Momenteel voelt het alsof we door meerdere crises worden overspoeld. De Graaf laat zien dat er vroeger natuurlijk ook crises waren, maar dat er geen sprake was van een overheidsaanpak. In de laatste eeuwen is crisisbeheersing een taak van de overheid geworden. Onze verwachtingen van de staat zijn steeds hoger geworden, maar daarmee werd het ook moeilijker om eraan te voldoen. Het leven is nu eenmaal niet maakbaar. De conclusie is dat de overheid haar werk alleen kan doen wanneer de hele gemeenschap zijn verantwoordelijkheid neemt. Maar omdat we zo verschrikkelijk verdeeld zijn over wat er nodig is, zit de regering in een lastige positie tussen daadkracht en draagvlak. De polarisatie in de samenleving versterkt dat nog eens. Wat is het toch ingewikkeld, mompel ik voor me uit.
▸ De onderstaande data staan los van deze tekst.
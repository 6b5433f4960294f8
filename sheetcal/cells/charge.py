"""The charge before and after firing: target mass, energy of wire and thread, doubt of the aids, an instrument's value.

Standard library only: this file also runs inside LibreOffice's Python.
"""

from typing import Annotated, Any, Sequence

from sheetcal.cells.combustion import HEATS_PER_LENGTH
from sheetcal.cells.primitives import is_blank, is_number, look_up, sqrt
from sheetcal.cells.registry import (
    CM_OR_BLANK,
    COLUMN,
    G_OR_BLANK,
    J_OR_BLANK,
    J_PER_G,
    J_PER_K,
    TEXT,
    TEXT_OR_BLANK,
    TEXTS,
    G,
    J,
    K,
    cell,
)

DOUBTS_PER_GRAM = Annotated[Sequence[Any], "J/g", COLUMN]

_GUM = "propagation of independent parts, JCGM 100"


@cell(
    "TARGET_MASS",
    equation="mass usual for the class, not above the largest mass",
    source="the class in the lab file, rating of the vessel",
    standing="derived",
)
def target_mass(usual: G, largest: G) -> G:
    """Mass to weigh in for a sample."""
    return min(usual, largest)


@cell(
    "FUSE_ENERGY",
    equation="Q = h x whole length + thread + ignition; what is not known adds nothing",
    source="before firing nobody knows what will be left of the wire: all of it counts",
    standing="derived",
)
def fuse_energy(
    lot: TEXT_OR_BLANK,
    length: CM_OR_BLANK,
    thread: J_OR_BLANK,
    ignition: J_OR_BLANK,
    lots: TEXTS,
    heats: HEATS_PER_LENGTH,
) -> J:
    """Energy that wire, thread and ignition can give at most."""
    known = not is_blank(lot) and is_number(length) and is_number(look_up(lot, lots, heats))
    others = (thread if is_number(thread) else 0) + (ignition if is_number(ignition) else 0)
    return others + (length * look_up(lot, lots, heats) if known else 0)


@cell(
    "AID_DOUBT",
    equation="u = m x standard uncertainty of the lot's heat; 0 without an aid",
    source=_GUM,
    standing="derived",
    needs=("is_blank(lot) or is_number(mass) and is_number(look_up(lot, lots, doubts))",),
)
def aid_doubt(lot: TEXT_OR_BLANK, mass: G_OR_BLANK, lots: TEXTS, doubts: DOUBTS_PER_GRAM) -> J:
    """Standard uncertainty of the heat of an aid; blank where its lot states none."""
    return 0 if is_blank(lot) else mass * look_up(lot, lots, doubts)


@cell(
    "AID_UNCERTAINTY",
    equation="u = sqrt(u_1^2 + u_2^2)/m",
    source=_GUM,
    standing="derived",
    valid={"mass": (0.001, 100.0)},
)
def aid_uncertainty(first: J, second: J, mass: G) -> J_PER_G:
    """Standard uncertainty that the heats of the aids' lots give the gross value."""
    return sqrt(first**2 + second**2) / mass


_INCLUDED = ("nothing", "wire", "wire and acids", "wire and acids and aids")


@cell(
    "TAKEN_OFF",
    equation="wire + thread + ignition + acids + aids, as far as the instrument has taken them off",
    source="what the run says of its instrument",
    standing="derived",
    choices={"includes": _INCLUDED},
)
def taken_off(includes: TEXT, wire: J, thread: J, ignition: J, nitric: J, sulfuric: J, aids: J) -> J:
    """Heat that an instrument has taken off before it shows a gross value; blank until all are known."""
    fuse = 0 if includes == "nothing" else wire + thread + ignition
    acids = 0 if includes == "nothing" or includes == "wire" else nitric + sulfuric
    return fuse + acids + (aids if includes == "wire and acids and aids" else 0)


@cell(
    "RISE_FROM_VALUE",
    equation="theta = (m q + what the instrument took off already)/C, C and q as it shows them",
    source="the instrument's own equation, solved for its rise",
    standing="derived",
    valid={"heat_capacity": (100.0, 1e6), "mass": (0.001, 100.0)},
    choices={"source": ("value only",)},
)
def rise_from_value(source: TEXT, value: J_PER_G, heat_capacity: J_PER_K, mass: G, taken: J) -> K:
    """Rise behind an instrument's gross value, so that acids, aids and basis are computed here."""
    return (value * mass + taken) / heat_capacity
Ik zet de pan op het vuur. Mijn handen druipen van het sap van de overrijpe druiven. In het Oude Testament is het een teken van welvaart en zegen wanneer de druif (of wijnrank) en de vijgenboom overvloedig bloeien. Dat zijn ook de enige twee planten in mijn tuin die het dit jaar goed gedaan hebben. Logisch, want afkomstig uit warmere streken zijn ze ingesteld op langdurige droogte. En droog was het deze zomer: de rest van de tuin hing er amechtig bij. Opeens word ik me bewust van het contrast tussen de overvloedige druivenoogst en de malaise waar we ons in bevinden. De druif floreerde; de natuur trekt zich gelukkig niks aan van ons crisisgevoel. Mijn huisgemaakte druivensap is intussen gereed. Kraakzuiver en zonder enige toevoeging. Heerlijk, al zeg ik het zelf.